# Gaming Monitor for Gaming (20-30K)



## Ronnie11 (Feb 4, 2018)

Hey Guys, so recently i got a ps4 pro and i am looking for a tv to hook it up to.

1. Budget?
20-30k
2. Display type and size?
LCD/LED and about 32 inch
3. What will the TV/monitor be used for primarily?
Gaming through PS4 pro
4. Types and number of ports required?
HDMI slot is a must
5. Preferred choice of brand?
Any reliable brand, no preference as such 
6. Any TV/monitor in consideration?
Nope
7. Any other info that you want to share.
While i do agree that you get the best performance at 4k tv, Pls bear in mind that this is a secondary tv for me and i will eventually upgrade my Primary tv(LG) into a 4k eventually. But for now, i am looking at 1080p resolution(Full HD)


----------



## whitestar_999 (Feb 4, 2018)

*www.amazon.in/LG-32MN58H-31-5-inch...F8&qid=1517762061&sr=1-33&refinements=p_89:LG
Don't know how it will fare as a gaming monitor for PS4 though.


----------



## Ronnie11 (Feb 4, 2018)

whitestar_999 said:


> *www.amazon.in/LG-32MN58H-31-5-inch-Full-HD-Monitor/dp/B01MYTIIHB/ref=sr_1_33?s=computers&ie=UTF8&qid=1517762061&sr=1-33&refinements=p_89:LG
> Don't know how it will fare as a gaming monitor for PS4 though.

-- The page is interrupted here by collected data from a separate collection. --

"""Request and response models of fleet plans (names are a contract: scripts depend on them)."""

from __future__ import annotations

from datetime import datetime
from typing import Literal

from pydantic import BaseModel, ConfigDict, Field, model_validator

from server.schemas._fields import ranged, text
from server.schemas.evaluation import Result


class FleetMission(BaseModel):
    model_config = ConfigDict(extra="forbid")

    mission_id: ranged(int, 1, 2**63 - 1, "")  # type: ignore[valid-type]
    weight: ranged(float, 1e-6, 1e9, "", description="Airframes in service × flight hours a year, or any weight") = 1.0  # type: ignore[valid-type]  # noqa: E501
    airframes: ranged(int, 1, 100_000, "airframes", description="Airframes to equip (bill of materials)") = 1  # type: ignore[valid-type]  # noqa: E501


class PartLimits(BaseModel):
    model_config = ConfigDict(extra="forbid")

    batteries: ranged(int, 1, 1000, "part numbers") | None = None  # type: ignore[valid-type]
    escs: ranged(int, 1, 1000, "part numbers") | None = None  # type: ignore[valid-type]
    motors: ranged(int, 1, 1000, "part numbers") | None = None  # type: ignore[valid-type]
    propellers: ranged(int, 1, 1000, "part numbers") | None = None  # type: ignore[valid-type]


class FleetPlanCreate(BaseModel):
    model_config = ConfigDict(extra="forbid")

    name: text(120, min_length=1) = "Fleet plan"  # type: ignore[valid-type]
    missions: list[FleetMission] = Field(..., min_length=1, max_length=20)
    one_battery: bool = False
    max_part_numbers: PartLimits = Field(default_factory=PartLimits)
    stocking_cost: ranged(float, 0, 1e9, "", description="Per stocked part number, in the metric's units") = 0.0  # type: ignore[valid-type]  # noqa: E501
    metric: Literal["cruise_energy", "endurance_margin"] = "cruise_energy"
    candidates_per_mission: ranged(int, 1, 500, "candidates", description="Top K of each mission's ranking") = 300  # type: ignore[valid-type]  # noqa: E501

    @model_validator(mode="after")
    def _distinct(self) -> FleetPlanCreate:
        ids = [m.mission_id for m in self.missions]
        if len(ids) != len(set(ids)):
            raise ValueError("missions: each mission may appear once")
        return self


class FleetPlanStarted(Result):
    id: int
    status: str


class AssignmentRead(Result):
    """The power system one mission flies in the plan (metric values in the plan metric's units)."""

    mission_id: int
    candidate_index: int = Field(description="Position of the candidate in the mission's ranking (0 = best)")
    battery_id: int
    esc_id: int
    motor_id: int
    propeller_id: int
    packs_in_parallel: int
    metric_value: float | None = Field(default=None, description="Cruise power [W] or endurance margin [min]")
    own_best: float | None = Field(default=None, description="The mission's own best metric value")
    loss_vs_own_best: float | None = Field(default=None, description="What sharing parts costs this mission")
    loss_vs_own_best_weighted: float | None = None
    cruise_power_w: float | None = Field(default=None, description="Craft electrical power at cruise [W]")
    endurance_min: float | None = Field(default=None, description="Flight time [min]")
    margin_min: float | None = Field(default=None, description="Endurance above the mission's minimum [min]")
    weight: float | None = None
    thrust_to_weight: float | None = Field(default=None, description="At full throttle, end of usable capacity [-]")
    all_up_mass_g: float | None = Field(default=None, description="All-up mass [g]")
    cruise_duty: float | None = Field(default=None, description="PWM duty at the hover/cruise point [-]")
    cost: float | None = Field(default=None, description="Parts cost per airframe (the parts' currency)")


class InfeasibilityRead(Result):
    """Why no shared plan exists: the conflicting missions and the binding limits."""

    message: str
    binding: list[str] = Field(default_factory=list)
    conflicting_missions: list[int] = Field(default_factory=list)
    battery_conflicts: list[list[int]] = Field(default_factory=list)
    minimum_needed: dict[str, int] = Field(default_factory=dict)
    limits: dict[str, int | None] = Field(default_factory=dict)


class FleetResultRead(Result):
    """The optimal plan (``objective`` includes the stocking cost, ``fleet_metric`` does not)."""

    status: str = Field(description="optimal | limit_reached | infeasible | error")
    message: str | None = None
    metric: str | None = None
    objective: float | None = None
    fleet_metric: float | None = Field(default=None, description="Σ weight × cruise power [W], or worst margin [min]")
    part_numbers: int | None = None
    stocking_total: float | None = None
    dual_bound: float | None = None
    mip_gap: float | None = None
    assignments: list[AssignmentRead] = Field(default_factory=list)
    stocked: dict[str, list[int]] = Field(default_factory=dict, description="Part ids to stock, per kind")
    solve_time_s: float | None = None
    infeasibility: InfeasibilityRead | None = None
    mission_names: dict[str, str] = Field(default_factory=dict)


class TradeoffPointRead(Result):
    """One point of the price-of-commonality curve: the best plan stocking at most ``part_numbers`` parts."""

    part_numbers: int
    objective: float | None = None
    objective_with_stocking: float | None = None
    parts_used: int | None = None
    status: str | None = None
    mip_gap: float | None = None
    assignments: list[AssignmentRead] = Field(default_factory=list)
    stocked: dict[str, list[int]] = Field(default_factory=dict)
    solve_time_s: float | None = None


class FleetPlanMissionRead(Result):
    mission_id: int
    name: str
    weight: float
    airframes: int


class FleetPlanStatus(Result):
    """A fleet-plan job: status, the plan and its trade-off curve."""

    id: int
    name: str
    status: str = Field(description="queued | running | done | failed | cancelled")
    progress: float
    metric: str
    engine_version: str
    result: FleetResultRead | None = None
    tradeoff: list[TradeoffPointRead] | None = None
    timings: dict[str, float] = Field(default_factory=dict)
    error: str | None = None
    missions: list[FleetPlanMissionRead]
    created_at: datetime
    finished_at: datetime | None = None
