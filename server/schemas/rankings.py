"""Request/response models for rankings."""

from __future__ import annotations

from typing import Literal

from pydantic import BaseModel, ConfigDict

from server.schemas._fields import ranged

Objective = Literal["cruise_power", "endurance", "specific_thrust", "mass", "cost"]


class RankingCreate(BaseModel):
    model_config = ConfigDict(extra="forbid")

    mission_id: ranged(int, 1, 2**63 - 1, "")  # type: ignore[valid-type]
    objective: Objective = "cruise_power"
    top_n: ranged(int, 1, 500, "candidates", description="Candidates refined and stored") = 50  # type: ignore[valid-type]


class RankingStarted(BaseModel):
    id: int
    status: str
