class _FacetAccumulator:
    """Sparse (facet side, column) hit counts, compressed after every call."""

    def __init__(self, n_sides, n_cols):
        import scipy.sparse as sp

        self._sp = sp
        self.shape = (n_sides, n_cols)
        self.total = sp.csr_matrix(self.shape, dtype=np.int64)

    def add(self, sides, cols):
        if sides.size == 0:
            return
        part = self._sp.coo_matrix((np.ones(sides.size, np.int64), (sides, cols)),
                                   shape=self.shape).tocsr()
        self.total = self.total + part

    def factors(self):
        total = self.total.tocsr()
        total.sum_duplicates()
        rays = np.asarray(total.sum(axis=1)).ravel()
        scale = np.zeros_like(rays, dtype=np.float64)
        scale[rays > 0] = 1.0 / rays[rays > 0]
        return self._sp.diags(scale) @ total.astype(np.float64)


def _row_error_ratio(stats, target_error, significance):
    """Largest stderr / (target * value) over the significant entries of each row."""
    n = stats.mean.shape[0]
    sig = significant_mask(stats.mean, significance)
    with np.errstate(divide="ignore", invalid="ignore"):
        ratio = np.where(sig, stats.stderr / (target_error * stats.mean), 0.0)
    return ratio.max(axis=1) if n else np.zeros(0)


def round_sizes(rays_per_node, max_rays_per_node=None):
    """Rays per round and the most rounds a node may get.

    Parameters
    ----------
    rays_per_node : int — rays each node emits at least (>= 1)
    max_rays_per_node : int or None — ray budget per node (default 100 x rays_per_node)

    Returns
    -------
    rays_per_round : int — ``ceil(rays_per_node / MIN_ROUNDS)``
    max_rounds : int — ``budget // rays_per_round``, at least :data:`MIN_ROUNDS`, at most the
        kernels' ``MAX_ROUNDS``
    """
    from .tracing.vf_kernels import MAX_ROUNDS

    rays_per_node = int(rays_per_node)
    m = -(-rays_per_node // MIN_ROUNDS)
    budget = 100 * rays_per_node if max_rays_per_node is None else int(max_rays_per_node)
    return m, min(MAX_ROUNDS, max(MIN_ROUNDS, budget // m))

Doesn't seem to be available right now. Do you have any alternative options too i could look at?
Btw can anyone please explain what is hdmi premium?Supposedly its a blue coloured port. Does it make any difference to the display or is this some kind of marketing gimmick?


----------



## whitestar_999 (Feb 5, 2018)

For 4K's sake: why is the industry making HDMI cables so complicated? | TechRadar
Basically a "premium hdmi" port is just a fancy name for hdmi 2.0.

This is the only other model from LG that is 27" with freesync:
*www.amazon.in/LG-27MP89HM-S-FreeSy...feature_browse-bin:1464384031,p_36:1318507031

@SaiyanGoku may be able to suggest some more options


----------



## Ronnie11 (Feb 6, 2018)

whitestar_999 said:


> For 4K's sake: why is the industry making HDMI cables so complicated? | TechRadar
> Basically a "premium hdmi" port is just a fancy name for hdmi 2.0.
> 
> This is the only other model from LG that is 27" with freesync:
> ...


Thanks for the recommendation. It fits my requirement quite easily, but again i can't find sellers for this product again. @SaiyanGoku Could you please suggest some more options or should i go ahead with the LG recommendation of @whitestar_999


----------



## SaiyanGoku (Feb 6, 2018)

Ronnie11 said:


> Thanks for the recommendation. It fits my requirement quite easily, but again i can't find sellers for this product again. @SaiyanGoku Could you please suggest some more options or should i go ahead with the LG recommendation of @whitestar_999


If you are ok with latency and input lag than only get a TV for gaming. I don't know if there are big 32" 1080p/1440p/4k monitors with built-in speakers. 
Check locally for non-smart LG, samsung, sony and panasonic 1080p TVs. You could find them for 15-25k easily. Take your PS4 with you as well for testing.


----------



## Ronnie11 (Feb 6, 2018)

SaiyanGoku said:


> If you are ok with latency and input lag than only get a TV for gaming. I don't know if there are big 32" 1080p/1440p/4k monitors with built-in speakers.
> Check locally for non-smart LG, samsung, sony and panasonic 1080p TVs. You could find them for 15-25k easily. Take your PS4 with you as well for testing.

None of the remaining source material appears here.